I have some trajectory points from an experiment I conducted (see red points below.)
What I would like to do is to obtain the predetermined contour values for a bivariate standard normal distribution corresponding to these red line points. This bivariate distribution is centered at at c(3.4, 1)
(where the blu circle is.)
In the plot below, I have plotted a bivariate normal distribution through a simulation using mvrnorm
. In this case, the x and y values are sampled and then I can obtain the z-values. But how can I obtain the z-values for predetermined points?

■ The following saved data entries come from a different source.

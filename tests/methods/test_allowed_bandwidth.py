"""The yardstick loop against cases worked by hand, and its own conditions checked directly."""

import numpy as np
import pytest

from identkit.methods.allowed_bandwidth import (
    Unremovable,
    allowed_bandwidth,
    complementary,
    crossover,
    limiting_frequency,
)

GRID = np.geomspace(1e-3, 1e6, 2000)
NOTHING = Unremovable()
SHAPE = np.sqrt(np.sqrt(2.0) - 1.0)  # |T0/(1 - T0)| = 1 at this share of w0


def test_a_weight_that_rises_with_frequency():
    """W = s/a: f/((f/a)^2 - 1)^(1/4) is least, sqrt(2) a, at f = sqrt(2) a."""
    found = allowed_bandwidth(lambda f: f / 100.0, GRID, NOTHING)
    assert found.natural_frequency == pytest.approx(np.sqrt(2.0) * 100.0, rel=1e-9)
    assert found.limited_at == pytest.approx(np.sqrt(2.0) * 100.0, rel=1e-5)
    assert found.crossover == pytest.approx(SHAPE * found.natural_frequency, rel=1e-9)


def test_the_condition_is_met_with_equality():
    def size(f):
        return 0.2 + 5.0 * (f / 400.0) ** 2 / (1.0 + (f / 400.0) ** 2)

    carried = Unremovable(np.array([2e4 + 0j]), 1e-5)
    found = allowed_bandwidth(size, GRID, carried)
    fine = np.geomspace(1.0, 1e5, 20001)
    t = np.abs(complementary(fine, found.natural_frequency, carried))
    assert (size(fine) * t).max() == pytest.approx(1.0, rel=1e-6)


def test_a_set_that_says_nothing_at_rest_allows_nothing():
    found = allowed_bandwidth(lambda f: np.full(f.shape, 1.2), GRID, NOTHING)
    assert found.crossover == 0.0


def test_a_small_weight_leaves_the_delay_alone_as_limit():
    """T = e^{-s tau}: Re T = 1/2 at omega tau = pi/3."""
    found = allowed_bandwidth(lambda f: np.full(f.shape, 0.3), GRID, Unremovable(delay=1e-4))
    assert found.natural_frequency == np.inf
    assert np.isnan(found.limited_at)
    assert found.crossover == pytest.approx(1.0 / (6.0 * 1e-4), rel=1e-9)


def test_a_zero_in_the_right_half_plane_alone():
    """T = (z - s)/(z + s): Re T = 1/2 where 2 atan(omega/z) = pi/3."""
    z = 2 * np.pi * 50.0
    carried = Unremovable(np.array([z + 0j]))
    found = crossover(np.inf, GRID, carried)
    assert found == pytest.approx(50.0 * np.tan(np.pi / 6.0), rel=1e-9)


def test_carried_zeros_are_zeros_of_t_and_it_is_all_pass():
    zero = 2 * np.pi * complex(30.0, 400.0)
    carried = Unremovable(np.array([zero, zero.conjugate()]), 1e-4)
    assert np.abs(np.abs(carried.all_pass(GRID)) - 1.0).max() < 1e-12
    step = 1e-7
    slope = (carried.all_pass(np.array([step]))[0] - 1.0) / (2j * np.pi * step)
    assert -slope.real == pytest.approx(carried.lag, rel=1e-5)


def test_a_double_integrator_gets_a_double_zero_of_the_sensitivity():
    carried = Unremovable(np.array([3e4 + 0j]), 2e-5, integrators=2)
    small = np.array([1e-2, 1e-3])
    s = np.abs(1.0 - complementary(small, 100.0, carried))
    assert s[1] / s[0] == pytest.approx(1e-2, rel=1e-3)

    def size(f):
        return 0.1 + 3.0 * f**2 / (f**2 + 300.0**2)

    found = allowed_bandwidth(size, GRID, carried)
    fine = np.geomspace(1.0, 1e5, 20001)
    t = np.abs(complementary(fine, found.natural_frequency, carried))
    assert (size(fine) * t).max() == pytest.approx(1.0, rel=1e-6)


def test_sensitivity_condition_is_met_with_equality():
    """|W (1 - T)| < 1 with delay: the sensitivity's peak limits."""
    carried = Unremovable(delay=1e-4)
    found = allowed_bandwidth(
        lambda f: np.full(f.shape, 0.6), GRID, carried, condition="sensitivity"
    )
    fine = np.geomspace(1.0, 1e5, 40001)
    s = np.abs(1.0 - complementary(fine, found.natural_frequency, carried))
    assert 0.6 * s.max() == pytest.approx(1.0, rel=1e-6)
    assert found.crossover < 1.0 / (6.0 * 1e-4)


def test_limiting_frequency_is_infinite_below_one():
    values = limiting_frequency(np.array([1.0, 2.0]), np.array([0.9, np.sqrt(2.0)]))
    np.testing.assert_allclose(values, [np.inf, 2.0])


def test_an_inverse_weight_that_ends_above_one_allows_no_loop():
    """However high the crossover, 1 - T is 1 beyond it."""

    def rising(f):
        return 0.1 + 1.4 * f / np.hypot(f, 500.0)

    found = allowed_bandwidth(rising, GRID, NOTHING, condition="sensitivity")
    assert found.crossover == 0.0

(the code for the bivariate distribution is from this website.)
library(MASS)
library(shape)
#> Warning: package 'shape' was built under R version 3.6.2
x <- c(5.04,4.68,4.39,4.09,3.73,3.37,3.07,2.77,2.47,2.11)
y <- c(0.74,0.69,0.64,0.60,0.56,0.52,0.50,0.50,0.50,0.51)
N <- 200 # Number of random samples
set.seed(123)
# Parameters
rho <- 0.5
mu1 <- 3.4; s1 <- 0.25
mu2 <- 1; s2 <- 0.25
# Parameters for bivariate normal distribution
# Mean
mu <- c(mu1,mu2)
# Covariance matrix
sigma <- matrix(c(s1^2, s1*s2*rho, s1*s2*rho, s2^2),2)
X <- mvrnorm(N, mu = mu, Sigma = sigma)
tail(X,2)
#> [,1] [,2]
#> [199,] 3.425264 0.7100933
#> [200,] 3.187654 0.6990182
z <- kde2d(X[,1], X[,2], n=50)
plot(X, xlab="X label", ylab="Y label",
xlim=c(2,6), ylim=c(-1,3.5),pch=19, cex=.4)
contour(z, drawlabels=FALSE, add=TRUE)
lines(x,y,type="p", xlim=range(x), ylim=c(-1,3.5),
xlab="x", ylab="y", pch=16, col = "red")
plotcircle(mid = c(3.4, 1), r = 0.05, col="blue")
I had another question about how to center the distribution at specific values. The question was stemming from a misunderstanding, which was clarified in the comments. I leave it below for the record, but there is no need to address it.
- how can I "center" the bivariate distribution where the blue circle (
c(3.4, 1)
) is? Right now the distribution is centered there because I have set mu1 <- 3.4
and mu2 <- 1
, but I thought that mu1
and mu2
were the values of the means. I actually would like the means to be about 0.5 each.